# Find a feasible solution with LinearProgramming function?

GROUPS:
 I have got a specific LP optimization problem as attached picture.Given a integer n and $\varepsilon,\ p \in (0,1)$, this is a LP optimization over 2n+3 variables. I am trying to solve this with Mathematica LinearProgramming function. When n is less than 18, everything is fine and it gives an optimal solution. But when n is greater or equal than 19, it gives an warning that "no solution can be found that satisfies the constraint".Apparently, there is feasible solution that $y_i = 0$ and $r_i = p_i$. I believe that Mathematica can handle hundreds of variables without doubt. But why it does not give a solution when n is over 19 in this case? Btw, I have also posted this problem on Stackexchange Mathematica which can be found here (http://mathematica.stackexchange.com/questions/139976/linearprogramming-function-cannot-find-a-feasible-solution).My code is as followed: ClearAll["Global*"]; n = 3; e = 0.01; p = 2/3; u[k_,i_]:=If[k>=i,Binomial[k,i]*2^i,0]; c = Table[u[i,j],{i,0,n},{j,0,n}]; zblock = SparseArray[{},{n+1,n+1}]; zcolum = SparseArray[{},{n+1,1}]; ones = ConstantArray[1,{n+1,1}]; (*Constraints*) c1 = Join[c,zblock,zcolum,2]; c2 = Join[zblock,c,zcolum,2]; c3 = Join[zblock,-c,ones,2]; c4 = {Flatten[Join[SparseArray[{},{1,n+1}],Reverse[c[[n+1]]],{0}]]}; c5 = {Flatten[Join[Reverse[c[[n+1]]],SparseArray[{},{1,n+1}],{0}]]}; c6 = Join[c,-c,zcolum,2]; M = Join[c1,c2,c3,c4,c5,c6]; (*Objective*) ob = Flatten[Join[SparseArray[{},{1,2*(n+1)}],{{1}},2]]; (*Bounds*) b1 = ConstantArray[{0,1},3*(n+1)]; b2 = {{1,0},{e,-1}}; (*b31 = {Table[-Sum[Binomial[k,i]*2^i*(p/2)^(n-i)*(1-p)^i,{i,0,k}],{k,0,n}]};*) (*b31 = {Table[-(p/2)^(n-k)*(2-3*p/2)^k,{k,0,n}]};*) b31 = {Table[-(1/3)^(n-k),{k,0,n}]}; b3 = Join[Transpose[b31],ones,2]; bounds = Join[b1,b2,b3]; bounds[[All,1]] = Total[M[[All,1;;2*n+2]],{2}]+bounds[[All,1]]; ob = SparseArray[ob]; L = LinearProgramming[ob,M,bounds]; ob.L Note: this problem has been solved by replacing e = 0.01 to e = 1/100 as suggested by Mr. Lichtblau.
3 months ago
5 Replies
 Todd Rowland 1 Vote I cannot say for certain what the underlying algorithm is, but it is possible that the numbers in your second argument are too big for it when n=19.For example, even for the small example you gave with n=3, Det[Transpose[M].M] == 4971003904000 
3 months ago
 Thanks for your reply, Todd. Yes, big numbers (coming from Binomial term in the constraints) and small numbers (coming from $p_i$) will show up when n goes to large. If this is the case, is there any better way to handle such problem with extreme numbers?

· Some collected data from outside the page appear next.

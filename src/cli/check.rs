//! `photoledger check FILE`: validate and summarise.

use super::output::{out, outln};
use super::{NetworkArgs, load, print_warnings};

pub fn run(args: &NetworkArgs, quiet: bool) -> photoledger::Result<()> {
    let net = load(args)?;
    if !quiet {
        out!("{}", photoledger::report::summary::network_summary(&net))?;
        outln!()?;
    }
    print_warnings(&net);
    let w = net.warnings.len();
    outln!(
        "valid: {}{}",
        args.file.display(),
        if w > 0 {
            format!(" ({w} warning{})", if w == 1 { "" } else { "s" })
        } else {
            String::new()
        }
    )?;
    Ok(())
}
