fn k_of_e(a: &BarrierArgs) -> photoledger::Result<()> {
    let path = a
        .frequencies
        .as_ref()
        .ok_or_else(|| Error::Usage("barrier --barrier needs --frequencies FILE".into()))?;
    let e0 = quantity(
        "barrier",
        need(&a.barrier, "barrier", "(k(E) table)")?,
        Quantity::MolarEnergy,
    )?;
    let range = need(&a.energy_range, "energy-range", "(k(E) table)")?;
    let (lo, hi) = range.split_once("..").ok_or_else(|| {
        Error::Usage(format!(
            "--energy-range \"{range}\": write FROM..TO, e.g. \"0 kJ/mol..200 kJ/mol\""
        ))
    })?;
    let lo = quantity("energy-range", lo.trim(), Quantity::MolarEnergy)?;
    let hi = quantity("energy-range", hi.trim(), Quantity::MolarEnergy)?;
    if !(hi > lo && lo >= 0.0) {
        return Err(Error::Usage(format!(
            "--energy-range \"{range}\": the range must run upwards from zero or more"
        )));
    }
    let grain = quantity("grain", &a.grain, Quantity::MolarEnergy)?;
    let f = read_pair(path)?;
    let ts = f.ts.clone().unwrap_or_default();
    let step = (hi - lo) / (a.points.max(2) - 1) as f64;
    let rrkm = Rrkm::new(&f.reactant, &ts, e0, f.degeneracy, grain, hi + step + grain)
        .map_err(|m| Error::Usage(format!("--grain/--energy-range: {m}")))?;
    let rows = barrier::k_table(&rrkm, lo, hi, a.points)?;
    let family = a.barrier.as_deref().and_then(EnergyUnit::of_text).unwrap_or_default();
    let dir = a.output.dir(path, "barrier");
    let folder = Folder::begin(&dir)?;
    write_atomic(&folder.join("k_of_e.csv"), report::k_csv(&rows).as_bytes())?;
    let title = format!("RRKM k(E), E0 = {}", a.barrier.as_deref().unwrap_or(""));
    write_atomic(
        &folder.join("k_of_e.svg"),
        report::k_svg(&rows, &title, family).as_bytes(),
    )?;
    let files = ["k_of_e.csv", "k_of_e.svg"].map(String::from);
    let json = photoledger::report::barrier_json::k_of_e(e0, &rows, &files);
    let text = serde_json::to_string_pretty(&json).map_err(|e| Error::Numerical(e.to_string()))?;
    write_atomic(&folder.join("summary.json"), text.as_bytes())?;
    folder.commit()?;
    if a.output.json {
        return outln!("{text}");
    }
    outln!(
        "k(E) for E0 = {} at {} energies from {} to {} (grain {}, σ = {}); largest frequency rounding {:.3} cm-1",
        report::energy(e0, family),
        rows.len(),
        report::energy(lo, family),
        report::energy(hi, family),
        a.grain,
        f.degeneracy,
        rrkm.reactant.rounding.max(rrkm.ts.rounding) / units::parse("1 cm-1", Quantity::MolarEnergy).unwrap_or(1.0)
    )?;
    outln!("wrote {}/ (k_of_e.csv, k_of_e.svg, summary.json)", dir.display())?;
    Ok(())
}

 According to the documentation, the arguments are supposed to be real numbers. That means Reals in Wolfram Language. If you give it integers or rationals (like your code is doing) the documentation says it tries to give an exact rational result. For example, instead of Binomial[19, 9] 2^19 (*48432676864*) you would use N[Binomial[19, 9] 2^19] (better to just use N on the arguments ob, M) but you'd want to make sure the Precision is high enough. See the documentation for N and try using the Tolerance option for LinearProgramming.

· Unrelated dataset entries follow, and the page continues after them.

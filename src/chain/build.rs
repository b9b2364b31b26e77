//! The chain of one molecule, built from the compiled [`Model`] and the transients of its
//! [`Network`].
//!
//! Rates come from the model (reaction rate constants, ε per bin, photon bins, base yields per
//! bin) and the transients' channel shares follow the model's collapse through the one shared
//! rule, [`crate::model::transients::ShareTotals`], applied to the (possibly perturbed) values:
//! fixed fractions as given ("rest" is what the others leave), rates normalised by the
//! transient's total rate, quenching at k₂ [partner]. Nothing is re-derived from the file.
//!
//! Where the molecule goes when a step has several products: to the first product written
//! (write the species you follow first). Photon absorption per molecule, s⁻¹, either
//! - [`Light::Stirred`] (default): its share of the light absorbed in the well-stirred cell at
//!   the stated concentrations, k_a = Σ_b q_b g(A_b) l ε_ab / V (q_b einstein/s, l in m,
//!   ε in L mol⁻¹ m⁻¹, V in L, g(A) = (1 − 10^−A)/A, A_b including the background), which
//!   needs no irradiated area; or
//! - [`Light::Thin`]: the optically thin limit Σ_b σ_b E_b with σ = 1000 ln(10) ε / N_A
//!   (ε in L mol⁻¹ cm⁻¹, σ in cm², converted to m²) and photon irradiance E_b = q_b N_A / S
//!   (photons m⁻² s⁻¹) over the irradiated area S.

use super::{Chain, Counted, Origin, StateKind};
use crate::error::{Error, Result};
use crate::model::Model;
use crate::model::absorption::g;
use crate::model::transients::{ShareInput, ShareTotals};
use crate::network::params::{Key, RateAt, RateField};
use crate::network::{Branching, Network, PhotoOutcome, Target};
use crate::rates::RateLaw;
use crate::units::constants::{AVOGADRO, cross_section_m2};
use crate::units::{Quantity, internal_spelling};

/// How the per-molecule photon absorption rate is found.
#[derive(Debug, Clone, Copy, PartialEq, Eq)]
pub enum Light {
    /// The well-stirred cell at the stated concentrations (inner filter and background included).
    Stirred,
    /// The optically thin limit over the irradiated area (needs `irradiated_area`).
    Thin,
}

/// Conditions at which the chain is built.
#[derive(Debug, Clone, PartialEq)]
pub struct Settings {
    /// The light model.
    pub light: Light,
    /// Concentrations for light absorption, linearised bimolecular steps and quenching, mol/L
    /// (None: the initial ones).
    pub concentrations: Option<Vec<f64>>,
}

impl Default for Settings {
    fn default() -> Self {
        Settings {
            light: Light::Stirred,
            concentrations: None,
        }
    }
}

/// Which number of the model a [`Parameter`] is.
#[derive(Debug, Clone, Copy, PartialEq, Eq)]
pub enum Slot {
    /// A factor on the quantum yield (or efficiency) spectrum of photochemical step p.
    YieldFactor(usize),
    /// The value of channel c of transient t: a fraction, a rate (s⁻¹) or a quenching
    /// constant (L mol⁻¹ s⁻¹).
    Channel(usize, usize),
    /// The rate constant of model reaction r, (L/mol)^(n−1) s⁻¹.
    Reaction(usize),
}

/// One number the answer may hang on.
#[derive(Debug, Clone, PartialEq)]
pub struct Parameter {
    /// Display label.
    pub label: String,
    /// The network parameter it is, where one exists: the key `--set`, `--free` and
    /// `[[uncertain]]` use (a step's quantum yield or efficiency, a channel's fraction or rate,
    /// a thermal step's rate constant or, when the file gives one, its barrier). None for a hot
    /// channel's computed share and for a share given by trajectory counts.
    pub key: Option<Key>,
    /// Where it sits.
    pub slot: Slot,
    /// Its value (1 for yield factors).
    pub value: f64,
    /// What one unit of `value` is worth when shown: the mean quantum yield or efficiency for a
    /// yield factor (so the report shows Φ itself and derivatives per unit Φ), 1 otherwise.
    pub shown_per_unit: f64,
    /// Unit of `value`, written out.
    pub unit: &'static str,
    /// True when it is a rate constant given by a barrier (Eyring or Arrhenius), so that
    /// ∂/∂(barrier) = −(k/RT) ∂/∂k.
    pub barrier: bool,
    /// The largest value it may take (quantum yields of one absorber sum to at most 1 in every
    /// light bin; fractions are at most 1; rates are unbounded). At the bound the exact
    /// sensitivities take the derivative from below, and the finite-difference reference looks
    /// down only.
    pub upper: f64,
}

/// The numbers the chain is built from, editable for sensitivities.
#[derive(Debug, Clone, PartialEq)]
pub struct Values {
    /// Per photochemical step: factor on its yield spectrum.
    pub yield_factor: Vec<f64>,
    /// Per transient, per channel: fraction, rate or k₂ (NaN for "rest").
    pub channel: Vec<Vec<f64>>,
    /// Per model reaction: rate constant.
    pub reaction: Vec<f64>,
}

impl Values {
    /// The values as compiled.
    pub fn of(model: &Model, net: &Network) -> Values {
        Values {
            yield_factor: vec![1.0; net.photo.len()],
            channel: net
                .transients
                .iter()
                .map(|t| {
                    t.channels
                        .iter()
                        .map(|c| match c.branching {
                            Branching::Fraction(x) | Branching::Hot { fraction: x, .. } => x,
                            Branching::Rest => f64::NAN,
                            Branching::Rate { k, .. } => k,
                            Branching::Quenching { k2, .. } => k2,
                        })
                        .collect()
                })
                .collect(),
            reaction: model.reactions.iter().map(|r| r.k).collect(),
        }
    }

    /// The value at `slot`.
    pub fn get(&self, slot: Slot) -> f64 {
        match slot {
            Slot::YieldFactor(p) => self.yield_factor[p],
            Slot::Channel(t, c) => self.channel[t][c],
            Slot::Reaction(r) => self.reaction[r],
        }
    }

    /// Set the value at `slot`.
    pub fn set(&mut self, slot: Slot, v: f64) {
        match slot {
            Slot::YieldFactor(p) => self.yield_factor[p] = v,
            Slot::Channel(t, c) => self.channel[t][c] = v,
            Slot::Reaction(r) => self.reaction[r] = v,
        }
    }
}

fn is_barrier(law: &RateLaw) -> bool {
    !matches!(law, RateLaw::Constant(_))
}

/// The key of a rate: its barrier when the file gives the rate by one (the number a user would
/// free or sample), else its rate constant.
fn rate_key(at: RateAt, law: &RateLaw) -> Key {
    let field = match law {
        RateLaw::EyringFree { .. } | RateLaw::Frequencies { .. } => RateField::Barrier,
        _ => RateField::K,
    };
    Key::Rate { at, field }
}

 Daniel Lichtblau 1 Vote If you use e=1/100 this will deliver a result for the case n=19. But there is something unclear about the description. Is this intended as an integer linear programming (ILP) problem? If so, it was not set up quite right since LinearProgramming needs to be told that. (Point of confusion: positing p` is an element of (0,1) seems to mean it lies in the set of two values 0 and 1; if the continuum was intended it should be [0,1].)